Eine kleinfeine hochgiftige 2-Gang-Linkshand der Schmiede Avet!!!

Damit dürfte ich Jetblack´s erster Kunde sein, isses so???

Kann´s nun kaum erwarten das Uhrwerk in der Hand zu haben - werde nachher mal noch ein paar weitere Digi-Pix hier einstellen, hier eine erste Kostprobe!

Aussem-Häuschen-Gruß von

Karsten  :k


----------



## Micky Finn

*AW: Was ist die richtige BIG GAME Rolle*

Hallo Rausreißer,

habe solch eine Rute schon mal in der Hand gehabt und auch etwas mit gedrillt. Du meinst doch die weißen unkaputtbaren Vollglasruten?
Wenn ich mich recht erinnere war die lbs-Angabe 40-120 lbs und die Rute war auch recht kurz, ca. 1,60 bist 1,70 mit Aftco-Alu-But.
Hat sich gut angefühlt, montiert war eine italienische 50er Rolle, Everol war´s nicht, komm nicht mehr auf den Namen.
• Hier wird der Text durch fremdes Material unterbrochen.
// One year of a model from whole animals: mean and variance of a count against exact ones. Bounds are 5.5 standard errors, with the
// standard error of the variance from the draws themselves.
import { expect } from 'vitest';
import { runReplicates } from '../kernel/collect.ts';
import { compileText } from '../pipeline/compile-text.ts';

const replicates = 40_000;
export const n = 40;

export interface Case {
  readonly essence: string;
  /** Column of the count after one year: 0 for all, then each patch. */
  readonly column?: number;
  readonly patches?: string;
  /** As many adults in patch B as in A. */
  readonly alsoInB?: true;
  /** Instead of females of one class, all 40 adult. */
  readonly animals?: { readonly sexes: string; readonly start: string };
  readonly mean: number;
  readonly variance: number;
}

/** p varies with mean p and SD s: n p (1 − p) − n s² + n² s². */
export const share = (p: number, s: number): number => n * p * (1 - p) - n * s * s + n * n * s * s;

/** p varies with the mean m and the mean square q: n (m − q) + n² (q − m²). */
export const mixedShare = (m: number, q: number): number => n * (m - q) + n * n * (q - m * m);

export function expectYear({ essence, patches, animals, alsoInB, column = 0, mean, variance }: Case): void {
  const { image } = compileText(`skein: 1
study: { title: Total variance }
years: 1
${patches ?? 'patches: [{ name: A }]'}
${animals?.sexes ?? 'counts: females\nclasses: [adult]'}
${essence}
start: { table: { A: ${animals?.start ?? `{ adult: ${n} }`}${alsoInB === true ? `, B: { adult: ${n} }` : ''} } }
`);
  const { counts, columns } = runReplicates(image, { replicates, steps: 1, seed: 31 });
  const at = (columns + column) * replicates;
  const values = counts.slice(at, at + replicates);
  const found = values.reduce((a, b) => a + b, 0) / replicates;
  expect(Math.abs(found - mean)).toBeLessThan(5.5 * Math.sqrt(variance / replicates));
  const squares = values.map((value) => (value - mean) ** 2);
  const spread = squares.reduce((a, b) => a + b, 0) / replicates;
  const error = Math.sqrt(squares.reduce((sum, one) => sum + (one - spread) ** 2, 0) / replicates / replicates);
  expect(Math.abs(spread - variance)).toBeLessThan(5.5 * error);
}
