// Phases whose rate differs between years: means and variances by the law of total variance, E Var + Var E. Bounds are 5.5
// standard errors, with the standard error of the variance from the draws themselves.
import { expect, test } from 'vitest';
import { runReplicates } from '../kernel/collect.ts';
import { compileText, errorsOf } from '../pipeline/compile-text.ts';
import { expectYear, n, share, type Case } from './one-year.ts';

const horses = {
  sexes: 'counts: both sexes\nclasses: { females: [filly, mare], males: [colt, stallion] }',
  start: `{ mare: ${n}, stallion: 15 }`,
};

/** The mean of a function of a lognormal number with mean 1 and this SD, by the midpoint rule. */
function overLognormal(sd: number, value: (s: number) => number): number {
  const variance = Math.log(1 + sd * sd);
  const step = 1e-4;
  let sum = 0;
  for (let z = -9 + step / 2; z < 9; z += step) {
    sum += value(Math.exp(Math.sqrt(variance) * z - variance / 2)) * Math.exp((-z * z) / 2);
  }
  return (sum * step) / Math.sqrt(2 * Math.PI);
}

/** Chances of 0 to `trials` survivors whose survival varies by a beta distribution with this mean and SD. */
function betaBinomial(trials: number, mean: number, sd: number): readonly number[] {
  const all = (mean * (1 - mean)) / (sd * sd) - 1;
  const [a, b] = [mean * all, (1 - mean) * all];
  const chances = [1];
  for (let k = 0; k < trials; k++) {
    chances.push((chances[k]! * (trials - k) * (k + a)) / ((k + 1) * (trials - k - 1 + b)));
  }
  const sum = chances.reduce((x, y) => x + y, 0);
  return chances.map((one) => one / sum);
}

/**
 * 15 stallions survive with 0.4 and an SD of 0.15 between years, then 40 mares have 1.5 young times `mated` of the stallions
 * left: the young are Poisson given those.
 */
function mares(mated: (stallions: number) => number): Pick<Case, 'mean' | 'variance'> {
  const chances = betaBinomial(15, 0.4, 0.15);
  const over = (value: (stallions: number) => number): number =>
    chances.reduce((sum, chance, stallions) => sum + chance * value(stallions), 0);
  const young = (stallions: number): number => n * 1.5 * mated(stallions);
  const mean = n + over((stallions) => stallions + young(stallions));
  return { mean, variance: over(young) + over((stallions) => (n + stallions + young(stallions) - mean) ** 2) };
}

const mating = (form: string): string => `survival: { filly: 1, mare: 1, colt: 1, stallion: 0.4 }
births: { mare: 1.5, female-share: 0.5 }
oldest: open-ended
mating: { form: ${form}, males: [stallion], females-per-male: 5 }
year: [count, survival, breeding]
variation: { survival: { stallion: { sd: 0.15 } } }`;

const cases: Readonly<Record<string, Case>> = {
  'survivors, beta': {
    essence: `survival: { adult: 0.7 }
oldest: open-ended
year: [count, survival]
variation: { survival: { adult: { sd: 0.15 } } }`,
    mean: n * 0.7,
    variance: share(0.7, 0.15),
  },
  'survivors, logit-normal': {
    essence: `survival: { adult: 0.3 }
oldest: open-ended
year: [count, survival]
variation: { survival: { adult: { sd: 0.2, shape: logit-normal } } }`,
    mean: n * 0.3,
    variance: share(0.3, 0.2),
  },
  // Poisson given the year: n m + n² s².
  'young, lognormal': {
    essence: `demography: { fates: [[0]], births: [[1.4]] }
year: [count, demography]
variation: { births: { adult: { sd: 0.5, shape: lognormal } } }`,
    mean: n * 1.4,
    variance: n * 1.4 + n * n * 0.25,
  },
  'young, gamma, through a parameter': {
    essence: `parameters: { litter: 0.7 }
births: { adult: 2 * litter }
year: [count, breeding]
oldest: open-ended
variation: { litter: { sd: 0.25, shape: gamma } }`,
    mean: n + n * 1.4,
    variance: n * 1.4 + n * n * 0.25,
  },
  'those that stay, fates of a matrix': {
    essence: `demography: { fates: [[0.6]], births: [[0]] }
year: [count, demography]
variation: { fates: { adult: { sd: 0.1 } } }`,
    mean: n * 0.6,
    variance: share(0.6, 0.1),
  },
  'those that leave': {
    essence: `going: { kind: dispersal, classes: [adult], leaving: 0.25, kernel: { shape: exponential, mean: 1 km }, leavers: all arrive }
oldest: open-ended
year: [count, going]
variation: { going: { adult: { sd: 0.12 } }, between-patches: 0 }`,
    patches: 'position: plane\nunit: km\npatches: [{ name: A, at: [0, 0] }, { name: B, at: [1, 0] }]',
    column: 2,
    mean: n * 0.25,
    variance: share(0.25, 0.12),
  },
  // Binomial litters up to 4 given the year: m (1 − m/4) for each, so n (m − (m² + s²)/4) + n² s².
  'litters up to 4, whose mean varies': {
    essence: `births: { adult: 1.2 }
offspring: { distribution: binomial, largest-litter: 4 }
oldest: open-ended
year: [count, breeding]
variation: { births: { adult: { sd: 0.3, shape: lognormal } } }`,
    mean: n + n * 1.2,
    variance: n * (1.2 - (1.44 + 0.09) / 4) + n * n * 0.09,
  },
  // Negative binomial litters of size k given the year: m + m²/k for each, so n (m + (m² + s²)/k) + n² s².
  'negative binomial litters, whose mean varies': {
    essence: `births: { adult: 1.6 }
offspring: { distribution: negative binomial, size: 0.8 }
oldest: open-ended
year: [count, breeding]
variation: { births: { adult: { sd: 0.4, shape: gamma } } }`,
    mean: n + n * 1.6,
    variance: n * (1.6 + (2.56 + 0.16) / 0.8) + n * n * 0.16,
  },
  // Litters with mean 1.1 and variance 1.9 − 1.21 of those S that survive: E S · 0.69 + 2.1² Var S.
  'a table of litters, of survivors that vary': {
    essence: `survival: { adult: 0.6 }
births: {}
offspring: { distribution: table of chances, chances: { adult: [0.3, 0.3, 0.4] } }
oldest: open-ended
year: [count, survival, breeding]
variation: { survival: { adult: { sd: 0.12 } } }`,
    mean: n * 0.6 * 2.1,
    variance: n * 0.6 * 0.69 + 2.1 ** 2 * share(0.6, 0.12),
  },
  // Given that years give s times the young of the table: whole copies and a share f of them, so that each litter of mean m and
  // variance v becomes one of s m and s² v + f (1 − f) m.
  'a table of litters, whose mean varies': {
    essence: `births: {}
offspring: { distribution: table of chances, chances: { adult: [0.3, 0.3, 0.4] } }
oldest: open-ended
year: [count, breeding]
variation: { births: { adult: { sd: 0.44, shape: lognormal } } }`,
    mean: n + n * 1.1,
    variance:
      n * overLognormal(0.4, (s) => s * s * 0.69 + (s - Math.floor(s)) * (1 - (s - Math.floor(s))) * 1.1) +
      n * n * 0.44 ** 2,
  },
  // All others die: Poisson given the year, of which a share f are females, so n m f + n² f² s².
  'the females among the young of two sexes': {
    animals: horses,
    essence: `survival: { filly: 1, mare: 0, colt: 0, stallion: 0 }
births: { mare: 1.4, female-share: 0.4 }
oldest: open-ended
mating: { form: female-dominant }
year: [count, breeding, survival]
variation: { births: { mare: { sd: 0.5, shape: lognormal } } }`,
    mean: n * 1.4 * 0.4,
    variance: n * 1.4 * 0.4 + n * n * 0.16 * 0.25,
  },
  'two sexes, where the survival of males varies and each mates with so many females at most': {
    animals: horses,
    essence: mating('minimum'),
    ...mares((stallions) => Math.min(1, (5 * stallions) / n)),
  },
  'two sexes, where the survival of males varies, by the harmonic mean': {
    animals: horses,
    essence: mating('harmonic mean'),
    ...mares((stallions) => (2 * 5 * stallions) / (n + 5 * stallions)),
  },
};

test.each(Object.entries(cases))('%s', (_, one) => {
  expectYear(one);
});

test.each([
  ['births that vary by themselves', 'births: { adult: 1.2 }', 'births: { adult: { sd: 0.6, shape: lognormal } }'],
  [
    'births made from a parameter',
    'parameters: { litter: 1.2 }\nbirths: { adult: litter }',
    'litter: { sd: 0.6, shape: lognormal }',
  ],
])('%s may not exceed the largest litter in a rare year', (_, births, variation) => {
  const told = errorsOf(`skein: 1
study: { title: Litters }
years: 1
patches: [{ name: A }]
counts: females
classes: [adult]
${births}
offspring: { distribution: binomial, largest-litter: 3 }
oldest: open-ended
year: [count, breeding]
variation: { ${variation} }
start: { table: { A: { adult: 5 } } }
`);
  expect(told).toEqual(['impossible-variation']);
});

test('raising a survival or a count never lowers the survivors of a draw within one sampler', () => {
  const survivors = (count: number, rate: number): Float64Array => {
    const { image } = compileText(`skein: 1
study: { title: Common random numbers }
years: 1
patches: [{ name: A }]
counts: females
classes: [adult]
oldest: open-ended
survival: { adult: ${rate} }
year: [count, survival]
start: { table: { A: { adult: ${count} } } }
`);
    const { counts, columns } = runReplicates(image, { replicates: 2000, steps: 1, seed: 6 });
    return counts.slice(columns * 2000, (columns + 1) * 2000);
  };
  // Up to 128 animals are drawn bit by bit.
  for (const count of [1, 17, 63, 64, 65, 128]) {
    let before = survivors(count, 0.05);
    for (const rate of [0.2, 0.21, 0.5, 0.83, 0.999]) {
      const after = survivors(count, rate);
      expect(after.every((value, r) => value >= before[r]!)).toBe(true);
      expect(after.some((value, r) => value > before[r]!)).toBe(true);
      before = after;
    }
  }
  for (const rate of [0.1, 0.6, 0.95]) {
    let before = survivors(1, rate);
    for (const count of [2, 40, 64, 65, 100, 128]) {
      const after = survivors(count, rate);
      expect(after.every((value, r) => value >= before[r]!)).toBe(true);
      before = after;
    }
  }
});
 #h Karsten, Glückwunsch zum neuesten "Familienmitglied"
lost ihr nun aus oder wechselt ihr an geraden und ungeraden Tagen?
Kraul mal euren Hund von mir, ich mußte meinen am WE leider begraben

Grüße auch an Tanja

Andreas


----------



## Karstein

*AW: Was ist die richtige BIG GAME Rolle*

War´s ´ne Ahab, Micky Finn?


----------



## Ansgar

*AW: Was ist die richtige BIG GAME Rolle*

Wenn man überlegt wieviel Geld man in den Urlaub steckt und dann plötzlich ne halbleere Rolle in die Hand gedrückt bekommt.. also nee...  

@Gernot: Wieso? Die Rolle halb leer, der Marlin am anderen Ende... Ist doch garnichts gegen einzuwenden ) )


@Micky Finn: Mein lieber Mann, Du hast ja echt ganz nettes Geraet!
Wir sagen glaube ich beide genau das Gleiche, stimme Dir in all Deinen Punkten zu. Nur habe ich halt die OZ - Erfahrungen mit den grossen der Meere gemacht und falls Sailfish die auch mal machen will, braucht er ne grosse Rolle. Nimmt er eh 1000$ in die Hand, kann er auch 1200 ausgeben. Will er sich nicht mit den ganz grossen Fischen auseinandersetzen, ok, ne 50er tut es locker(!), oder wie Du sagst sogar ne 30er. Haette den Vorteil, dass die 30er gut zur eh schon gekauften Rute passt (die er vielleicht aber im Flieger eh nicht mitnimmt, da gebe ich dem Geraetefetischisten Recht...), die man dann auch in Norwegen (runter mit der Mono!) einsetzen kann, wenn das gewollt ist (ist ja nicht gerade Big game, aber macht ja auch Spass)... 
Meine Empfehlung waere er kauft sich garnichts, da er im Augenblick das Geld nicht hat und ich mich ganz gut geaergert habe, dass ich mir ne 25er TLD gekauft habe, die bis auf 2 Wochen Norwegen nur bei mir rumlag. Und das Ding kostet gerade mal 300$ oder so...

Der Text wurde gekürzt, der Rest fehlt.